4. La difficulté à laquelle nous allons être confrontés en tant qu’avocats travaillistes tient au fait que désormais, si la procédure devant les chambres sociales de la cour suit le régime de la procédure avec représentation obligatoire, cette dernière ne nous est pas réservée puisque nous la partageons avec les défenseurs syndicaux.
5. De plus, depuis la loi du 31 décembre 1971 (modifiée par celle du 6 août 2015), qui dit « représentation obligatoire » par un avocat constitué, dit mise en œuvre des règles de la « postulation » (et territorialité, en particulier).
6. S’il n’existe pas de définition légale de la postulation, la Cour de cassation y a pallié par un arrêt du 28 janvier 2016 (Civ. 2e, 28 janv. 2016, n° 14-29.185, D. 2016. 321 ; D. avocats 2016. 44, obs. L. Dargent ) en ces termes : « la postulation consiste à assurer la représentation obligatoire d’une partie devant une juridiction », tout en rappelant qu’« un avocat ne postule pas lorsque la représentation n’est pas obligatoire ».

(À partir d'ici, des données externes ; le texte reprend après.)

package daemon

import (
	"bufio"
	"fmt"
	"log/slog"
	"net/http"
	"strconv"
	"strings"
	"sync"
	"testing"
	"time"

	"lariat/config"
	"lariat/sink/natstest"
)

// stallIntake makes the model's subscription callback block while the
// model goroutine is held: the queue between them becomes unbuffered, so
// intake waits in its hand-over instead of queueing (or rejecting with
// queue_full). That is a subscription callback slower than the stream, the
// situation in which the NATS client drops messages past its pending
// limits. Call it between New and Run, before any goroutine reads w.queue.
func stallIntake(w *worker) { w.queue = make(chan *item) }

// scrapeMetric reads one sample from the daemon's /metrics endpoint; ok is
// false if the series is absent.
func scrapeMetric(t testing.TB, d *Daemon, series string) (v float64, ok bool) {
	t.Helper()
	c := &http.Client{Timeout: 2 * time.Second}
	resp, err := c.Get("http://" + d.HTTPAddr() + "/metrics")
	if err != nil {
		t.Fatal(err)
	}
	defer resp.Body.Close()
	sc := bufio.NewScanner(resp.Body)
	sc.Buffer(nil, 1<<20)
	for sc.Scan() {
		if rest, found := strings.CutPrefix(sc.Text(), series+" "); found {
			v, err := strconv.ParseFloat(rest, 64)
			if err != nil {
				t.Fatalf("%s: %v", sc.Text(), err)
			}
			return v, true
		}
	}
	if err := sc.Err(); err != nil {
		t.Fatal(err)
	}
	return 0, false
}

// TestSlowConsumer floods a model's subject while its goroutine is held,
// with tiny per-subscription pending limits (nats.pending_msgs 10,
// nats.pending_bytes at the 1 MiB minimum). Every published record must end
// up counted exactly once: accepted (and then applied to the ladder or the
// holdout), rejected, or dropped by the NATS client and counted in
// lariat_nats_slow_consumer_drops_total{model}; drops are also logged.
//
//   - "callback stalled": the subscription callback itself blocks (see
//     stallIntake), so the client must drop past 10 pending messages:
//     drops > 0, shown on /metrics, and accepted + drops == published.
//   - "queue full": the callback does not block; the model's one-record
//     queue overflows, so the excess is rejected as queue_full (the bounded
//     queue guards the subscription, see TestRejectQueueFull), and
//     accepted + queue_full + drops == published whatever the drops are.
func TestSlowConsumer(t *testing.T) {
	const n = 2000
	cases := []struct {
		name      string
		stall     bool
		queue     int  // model queue length
		wantDrops bool // drops must be > 0
	}{
		{"callback stalled", true, config.DefaultModel().Queue, true},
		{"queue full", false, 1, false},
	}
	for _, tc := range cases {
		t.Run(tc.name, func(t *testing.T) {
			m := testModel("slow", "test.slow", config.LossSquared)
			m.Queue = tc.queue
			cfg := testConfigMode(t, config.IntakeCore, m) // slow consumers are a core NATS matter
			cfg.NATS.PendingMsgs = 10
			cfg.NATS.PendingBytes = 1 << 20 // the minimum config.Validate accepts
			if err := cfg.Validate(); err != nil {
				t.Fatal(err)
			}
			var logs syncBuffer
			d, err := New(cfg, withoutIdle(), WithLogger(slog.New(slog.NewTextHandler(&logs, nil))))
			if err != nil {
				t.Fatal(err)
			}
			w := d.byName["slow"]
			if tc.stall {
				stallIntake(w)
			}
			td := runDaemon(t, d)
			nc := connect(t, td.NATSURL())
			natstest.WaitFor(t, 5*time.Second, td.Ready)

			// Hold the model goroutine, then flood its subject.
			release := make(chan struct{})
			letGo := sync.OnceFunc(func() { close(release) })
			t.Cleanup(letGo) // runs before the daemon's stop if the test fails early
			stalled := make(chan struct{})
			go w.exec(func() { close(stalled); <-release })
			<-stalled
			for _, rec := range sparseTruth(4).records(n, false, 21) {
				if err := nc.Publish(m.Subject, rec); err != nil {
					t.Fatal(err)
				}
			}
			if err := nc.Flush(); err != nil { // the server has every record
				t.Fatal(err)
			}
			labels := map[string]string{"model": "slow"}
			queueFull := map[string]string{"model": "slow", "reason": reasonQueueFull}
			metric := func(name string, l map[string]string) float64 { return metricValue(t, td.Daemon, name, l) }
			drops := func() float64 { return metric("lariat_nats_slow_consumer_drops_total", labels) }
			if tc.wantDrops {
				natstest.WaitFor(t, 5*time.Second, func() error {
					if got := drops(); got <= 0 {
						return fmt.Errorf("slow-consumer drops %v while the callback is stalled", got)
					}
					return nil
				})
			} else {
				// Every record but the one queued was rejected or dropped.
				natstest.WaitFor(t, 5*time.Second, func() error {
					if got := metric("lariat_records_rejected_total", queueFull) + drops(); got != n-1 {
						return fmt.Errorf("queue_full + drops = %v, want %d", got, n-1)
					}
					return nil
				})
			}
			if got := metric("lariat_records_accepted_total", labels); got != 0 {
				t.Errorf("accepted %v while the model goroutine is held", got)
			}
			letGo()

			var accepted, rejected, dropped float64
			natstest.WaitFor(t, 5*time.Second, func() error {
				accepted, rejected, dropped = metric("lariat_records_accepted_total", labels),
					metric("lariat_records_rejected_total", queueFull), drops()
				if accepted+rejected+dropped != n {
					return fmt.Errorf("accepted %v + queue_full %v + dropped %v != published %d", accepted, rejected, dropped, n)
				}
				return nil
			})
			t.Logf("published %d: accepted %v, queue_full %v, slow-consumer drops %v", n, accepted, rejected, dropped)
			if accepted < 1 {
				t.Errorf("accepted %v, want the records that got through", accepted)
			}
			if got := w.rejected.Load(); float64(got) != rejected {
				t.Errorf("rejected %d in all, %v as queue_full: another reason crept in", got, rejected)
			}
			// No accepted record is lost: each is in the ladder or the holdout.
			var seen, held uint64
			if !w.exec(func() { seen = w.pipe.Ladder().Seen(); _, held = w.pipe.Counts() }) {
				t.Fatal("model goroutine stopped")
			}
			if float64(seen+held) != accepted {
				t.Errorf("applied %d (ladder %d + holdout %d), accepted %v", seen+held, seen, held, accepted)
			}
			if dropped == 0 {
				return
			}
			// The drops are visible on /metrics and in the log.
			if got, ok := scrapeMetric(t, td.Daemon, `lariat_nats_slow_consumer_drops_total{model="slow"}`); !ok || got != dropped {
				t.Errorf("/metrics: drops %v (present %v), registry %v", got, ok, dropped)
			}
			natstest.WaitFor(t, 5*time.Second, func() error {
				if s := logs.String(); !strings.Contains(s, "slow consumer") || !strings.Contains(s, m.Subject) {
					return fmt.Errorf("no slow-consumer log line for %s:\n%s", m.Subject, s)
				}
				return nil
			})
		})
	}
}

7. La transposition de ces deux principes à la matière prud’homale voulait que, devant la cour, la représentation étant désormais obligatoire, la postulation s’imposait.

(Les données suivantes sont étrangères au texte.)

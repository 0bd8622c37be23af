package daemon

import (
	"context"
	"errors"
	"fmt"
	"log/slog"
	"os"
	"path/filepath"
	"strconv"
	"strings"
	"testing"
	"time"

	"github.com/nats-io/nats.go"
	"github.com/nats-io/nats.go/jetstream"

	"lariat/config"
	"lariat/sink/natstest"
)

// durableModel is the model of the durable tests: a logistic model with a
// small window so that retunes, drift checks and evictions all happen
// across the restarts, and checkpoints every 700 records.
func durableModel() config.Model {
	m := testModel("durable", "test.durable", config.LossLogistic)
	m.Window.Records = 1500
	m.Holdout.Records = 400
	m.Retune.Every = 250
	return m
}

// durableConfig is the configuration of one daemon of the durable tests,
// against the external server at url, with its own data_dir.
func durableConfig(t *testing.T, url, dataDir string) *config.Config {
	t.Helper()
	cfg := testConfigMode(t, config.IntakeDurable, durableModel())
	cfg.NATS.URL = url
	cfg.DataDir = dataDir
	cfg.Checkpoint.Records = 700
	if err := cfg.Validate(); err != nil {
		t.Fatal(err)
	}
	return cfg
}

// publishAcked publishes recs on subject through JetStream, each one
// acknowledged by the stream before the next.
func publishAcked(t *testing.T, url, subject string, recs [][]byte) {
	t.Helper()
	nc := connect(t, url)
	js, err := jetstream.New(nc)
	if err != nil {
		t.Fatal(err)
	}
	ctx, cancel := context.WithTimeout(context.Background(), 30*time.Second)
	defer cancel()
	for i, r := range recs {
		if _, err := js.Publish(ctx, subject, r); err != nil {
			t.Fatalf("record %d: %v", i, err)
		}
	}
}

// applied returns the records the model applied or rejected, read on the
// model goroutine, and the model's stream position.
func applied(t *testing.T, td *testDaemon, name string) (n, pos uint64) {
	t.Helper()
	w := td.byName[name]
	if !w.exec(func() { n, _ = w.pipe.Counts(); pos = w.pipe.Position() }) {
		t.Fatal("model goroutine stopped")
	}
	return n, pos
}

// waitApplied waits until the model's stream position reaches pos.
func waitApplied(t *testing.T, td *testDaemon, name string, pos uint64) {
	t.Helper()
	natstest.WaitFor(t, 30*time.Second, func() error {
		if _, p := applied(t, td, name); p < pos {
			return fmt.Errorf("position %d of %d", p, pos)
		}
		return nil
	})
}

// TestDurableRestart stops and restarts a daemon twice while records keep
// arriving (some published while it is down), then compares its model bit
// for bit with a daemon that ran once over the same records: every record
// is applied exactly once across the restarts, the version keeps rising,
// and the restored model is served before any new record arrives. Idle
// steps are off (they depend on wall time). Source: the durability rules of
// README.md, "Durability", no external source.
func TestDurableRestart(t *testing.T) {
	const n = 6000
	recs := sparseTruth(8).records(n, true, 11)
	srv := runServer(t, -1, t.TempDir())
	url := srv.ClientURL()
	subject := durableModel().Subject

	// The daemon that never stops, on a server of its own.
	refSrv := runServer(t, -1, t.TempDir())
	ref := startDaemon(t, durableConfig(t, refSrv.ClientURL(), t.TempDir()), withoutIdle())
	natstest.WaitFor(t, 10*time.Second, ref.Ready)
	publishAcked(t, refSrv.ClientURL(), subject, recs)
	waitApplied(t, ref, "durable", n)
	want := snapshotLadder(t, ref.byName["durable"])

	dir := t.TempDir()
	cuts := []int{1700, 3900} // restarts after these records
	var lastVersion uint64
	from := 0
	for round := 0; round <= len(cuts); round++ {
		td := startDaemon(t, durableConfig(t, url, dir), withoutIdle())
		natstest.WaitFor(t, 10*time.Second, td.Ready)
		if round > 0 {
			// Restored and served before any new record: the version
			// continues from the one before the stop.
			doc, _, err := getDoc(td.Daemon, "durable")
			if err != nil || doc.Version <= lastVersion {
				t.Fatalf("round %d: served %v (%v) at start, want a version above %d", round, doc, err, lastVersion)
			}
		}
		to := n
		if round < len(cuts) {
			to = cuts[round]
		}
		publishAcked(t, url, subject, recs[from:(from+to)/2])
		// The second half of each round arrives while the daemon stops
		// (or, for the last round, while it runs).
		if round < len(cuts) {
			waitApplied(t, td, "durable", uint64((from+to)/2))
			if err := td.stop(t); err != nil {
				t.Fatal(err)
			}
			doc, _ := td.store.Model("durable")
			lastVersion = doc.Version
			publishAcked(t, url, subject, recs[(from+to)/2:to])
		} else {
			publishAcked(t, url, subject, recs[(from+to)/2:to])
			waitApplied(t, td, "durable", n)
			got := snapshotLadder(t, td.byName["durable"])
			if err := sameBits(want, got); err != nil {
				t.Errorf("after %d restarts the model differs from the uninterrupted one: %v", len(cuts), err)
			}
			cnt, pos := applied(t, td, "durable")
			if cnt != n || pos != n {
				t.Errorf("applied %d records up to position %d, want %d exactly once", cnt, pos, n)
			}
			if c := metricValue(t, td.Daemon, "lariat_checkpoints_total", map[string]string{"model": "durable", "result": "restored"}); c != 1 {
				t.Errorf("restored %v times in the last round, want 1", c)
			}
		}
		from = to
	}
	files, _ := filepath.Glob(filepath.Join(dir, checkpointDir, "durable*.ckpt"))
	if len(files) != 2 {
		t.Errorf("checkpoint files %v, want the newest two", files)
	}
}

// TestDurableBadCheckpoint damages the newest checkpoint of a stopped
// daemon: the next start refuses it with the reason, restores the one
// before it, reads the stream from that one's position, and ends with
// every record applied once.
func TestDurableBadCheckpoint(t *testing.T) {
	const n = 3000
	recs := sparseTruth(8).records(n, true, 12)
	srv := runServer(t, -1, t.TempDir())
	url := srv.ClientURL()
	subject := durableModel().Subject
	dir := t.TempDir()
	td := startDaemon(t, durableConfig(t, url, dir), withoutIdle())
	natstest.WaitFor(t, 10*time.Second, td.Ready)
	publishAcked(t, url, subject, recs[:2000])
	waitApplied(t, td, "durable", 2000)
	if err := td.stop(t); err != nil {
		t.Fatal(err)
	}
	newest := filepath.Join(dir, checkpointDir, "durable.ckpt")
	b, err := os.ReadFile(newest)
	if err != nil {
		t.Fatal(err)
	}
	b[len(b)/2] ^= 0xff
	if err := os.WriteFile(newest, b, 0o600); err != nil {
		t.Fatal(err)
	}
	var logs syncBuffer
	td = startDaemon(t, durableConfig(t, url, dir), withoutIdle(), WithLogger(slog.New(slog.NewTextHandler(&logs, nil))))
	natstest.WaitFor(t, 10*time.Second, td.Ready)
	publishAcked(t, url, subject, recs[2000:])
	waitApplied(t, td, "durable", n)
	if cnt, _ := applied(t, td, "durable"); cnt != n {
		t.Errorf("applied %d records, want %d", cnt, n)
	}
	if c := metricValue(t, td.Daemon, "lariat_checkpoints_total", map[string]string{"model": "durable", "result": "refused"}); c != 1 {
		t.Errorf("refused %v checkpoints, want 1", c)
	}
	if s := logs.String(); !strings.Contains(s, "checkpoint refused") || !strings.Contains(s, "payload checksum") {
		t.Errorf("log does not name the refused checkpoint and why:\n%s", s)
	}
}

// publishRetry publishes recs through JetStream on a connection that
// reconnects forever, retrying each record until the stream acknowledges
// it, with a message ID per record so that a retry after a lost
// acknowledgement is not stored twice (the stream's duplicate window).
func publishRetry(t *testing.T, url, subject string, recs [][]byte, first int) {
	t.Helper()
	nc, err := nats.Connect(url, nats.MaxReconnects(-1), nats.ReconnectWait(50*time.Millisecond), nats.RetryOnFailedConnect(true))
	if err != nil {
		t.Fatal(err)
	}
	defer nc.Close()
	js, err := jetstream.New(nc)
	if err != nil {
		t.Fatal(err)
	}
	deadline := time.Now().Add(60 * time.Second)
	for i, r := range recs {
		for {
			ctx, cancel := context.WithTimeout(context.Background(), 2*time.Second)
			_, err := js.Publish(ctx, subject, r, jetstream.WithMsgID(strconv.Itoa(first+i)))
			cancel()
			if err == nil {
				break
			}
			if time.Now().After(deadline) {
				t.Fatalf("record %d not acknowledged: %v", first+i, err)
			}
			time.Sleep(20 * time.Millisecond)
		}
	}
}

// TestDurableBusRestart restarts an external NATS server (the one go.mod
// pins, in process, on the same port and JetStream store) twice while
// records are published: the daemon reports not ready while the server is
// away and ready after, and ends with every record applied exactly once
// and the same model, bit for bit, as a daemon on a server that never went
// away. Source: the durability rules of README.md, "Durability", no
// external source.
func TestDurableBusRestart(t *testing.T) {
	const n = 5000
	recs := sparseTruth(8).records(n, true, 13)
	subject := durableModel().Subject

	refSrv := runServer(t, -1, t.TempDir())
	ref := startDaemon(t, durableConfig(t, refSrv.ClientURL(), t.TempDir()), withoutIdle())
	natstest.WaitFor(t, 10*time.Second, ref.Ready)
	publishAcked(t, refSrv.ClientURL(), subject, recs)
	waitApplied(t, ref, "durable", n)
	want := snapshotLadder(t, ref.byName["durable"])

	port := freePort(t)
	store := t.TempDir()
	url := fmt.Sprintf("nats://127.0.0.1:%d", port)
	srv := runServer(t, port, store)
	td := startDaemon(t, durableConfig(t, url, t.TempDir()), withoutIdle())
	natstest.WaitFor(t, 10*time.Second, td.Ready)
	cuts := []int{1500, 3200}
	from := 0
	for _, cut := range append(cuts, n) {
		publishRetry(t, url, subject, recs[from:cut], from)
		from = cut
		if cut == n {
			break
		}
		srv.Shutdown()
		srv.WaitForShutdown()
		natstest.WaitFor(t, 10*time.Second, func() error {
			if err := td.Ready(); err == nil {
				return errors.New("ready while the server is down")
			}
			return nil
		})
		srv = runServer(t, port, store)
		natstest.WaitFor(t, 20*time.Second, td.Ready)
	}
	waitApplied(t, td, "durable", n)
	cnt, pos := applied(t, td, "durable")
	if cnt != n || pos != n {
		t.Errorf("applied %d records up to position %d, want %d exactly once", cnt, pos, n)
	}
	if err := sameBits(want, snapshotLadder(t, td.byName["durable"])); err != nil {
		t.Errorf("after two server restarts the model differs from the uninterrupted one: %v", err)
	}
	if got := metricValue(t, td.Daemon, "lariat_nats_reconnects_total", nil); got < 2 {
		t.Errorf("lariat_nats_reconnects_total %v after two server restarts", got)
	}
}

// TestDurableRetentionSkip: when the stream's retention (here 1 MiB) has
// discarded records the model never applied, the restart says how many it
// skipped, counts them in lariat_intake_skipped_total, and applies the
// rest: skipped + applied = published, nothing crashes.
func TestDurableRetentionSkip(t *testing.T) {
	srv := runServer(t, -1, t.TempDir())
	url := srv.ClientURL()
	subject := durableModel().Subject
	dir := t.TempDir()
	cfg := durableConfig(t, url, dir)
	cfg.Intake.MaxBytes = 1 << 20
	td := startDaemon(t, cfg, withoutIdle())
	natstest.WaitFor(t, 10*time.Second, td.Ready)
	recs := sparseTruth(8).records(14000, true, 14)
	publishAcked(t, url, subject, recs[:500])
	waitApplied(t, td, "durable", 500)
	if err := td.stop(t); err != nil {
		t.Fatal(err)
	}
	publishAcked(t, url, subject, recs[500:]) // more than 1 MiB while lariat is down
	var logs syncBuffer
	td = startDaemon(t, cfg, withoutIdle(), WithLogger(slog.New(slog.NewTextHandler(&logs, nil))))
	natstest.WaitFor(t, 10*time.Second, td.Ready)
	waitApplied(t, td, "durable", uint64(len(recs)))
	cnt, _ := applied(t, td, "durable")
	skipped := metricValue(t, td.Daemon, "lariat_intake_skipped_total", map[string]string{"model": "durable"})
	t.Logf("published %d, applied %d, skipped %v", len(recs), cnt, skipped)
	if skipped < 1 || float64(cnt)+skipped != float64(len(recs)) {
		t.Errorf("applied %d + skipped %v, want %d with some skipped", cnt, skipped, len(recs))
	}
	if s := logs.String(); !strings.Contains(s, "records lost before they were applied") {
		t.Errorf("the skip is not logged:\n%s", s)
	}
}

// TestDurableStreamReplaced: a server whose JetStream store was replaced
// (the stream gone) holds fewer records than the model's checkpoint
// applied; the restart says so and reads the new stream from its first
// record instead of waiting past a position that means nothing there.
func TestDurableStreamReplaced(t *testing.T) {
	port := freePort(t)
	url := fmt.Sprintf("nats://127.0.0.1:%d", port)
	subject := durableModel().Subject
	dir := t.TempDir()
	recs := sparseTruth(8).records(1500, true, 15)
	srv := runServer(t, port, t.TempDir())
	td := startDaemon(t, durableConfig(t, url, dir), withoutIdle())
	natstest.WaitFor(t, 10*time.Second, td.Ready)
	publishAcked(t, url, subject, recs[:1000])
	waitApplied(t, td, "durable", 1000)
	if err := td.stop(t); err != nil {
		t.Fatal(err)
	}
	srv.Shutdown()
	srv.WaitForShutdown()
	runServer(t, port, t.TempDir()) // a new, empty store
	var logs syncBuffer
	td = startDaemon(t, durableConfig(t, url, dir), withoutIdle(), WithLogger(slog.New(slog.NewTextHandler(&logs, nil))))
	natstest.WaitFor(t, 10*time.Second, td.Ready)
	publishAcked(t, url, subject, recs[1000:])
	natstest.WaitFor(t, 20*time.Second, func() error {
		if n, _ := applied(t, td, "durable"); n < 1500 {
			return fmt.Errorf("applied %d of 1500", n)
		}
		return nil
	})
	if n, pos := applied(t, td, "durable"); n != 1500 || pos != 500 {
		t.Errorf("applied %d records, position %d in the new stream; want 1500 and 500", n, pos)
	}
	if s := logs.String(); !strings.Contains(s, "behind its checkpoint") {
		t.Errorf("the replaced stream is not logged:\n%s", s)
	}
}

8. Cette logique est bousculée par la Chancellerie qui, aux termes de deux « dépêches » (dont la portée juridique est celle d’une circulaire) précise que, de son point de vue, la nouvelle procédure issue du décret du 20 mai 2016 ayant instauré « une procédure spécifique de représentation obligatoire propre à la matière prud’homale » (comprendre, une représentation mixte par avocat ou par défenseur syndical), « la représentation devant la cour d’appel statuant en matière prud’homale demeure ouverte, à partir du 1er août prochain, à tout avocat, sans postulation » (V. dépêche du 27 juill. 2016).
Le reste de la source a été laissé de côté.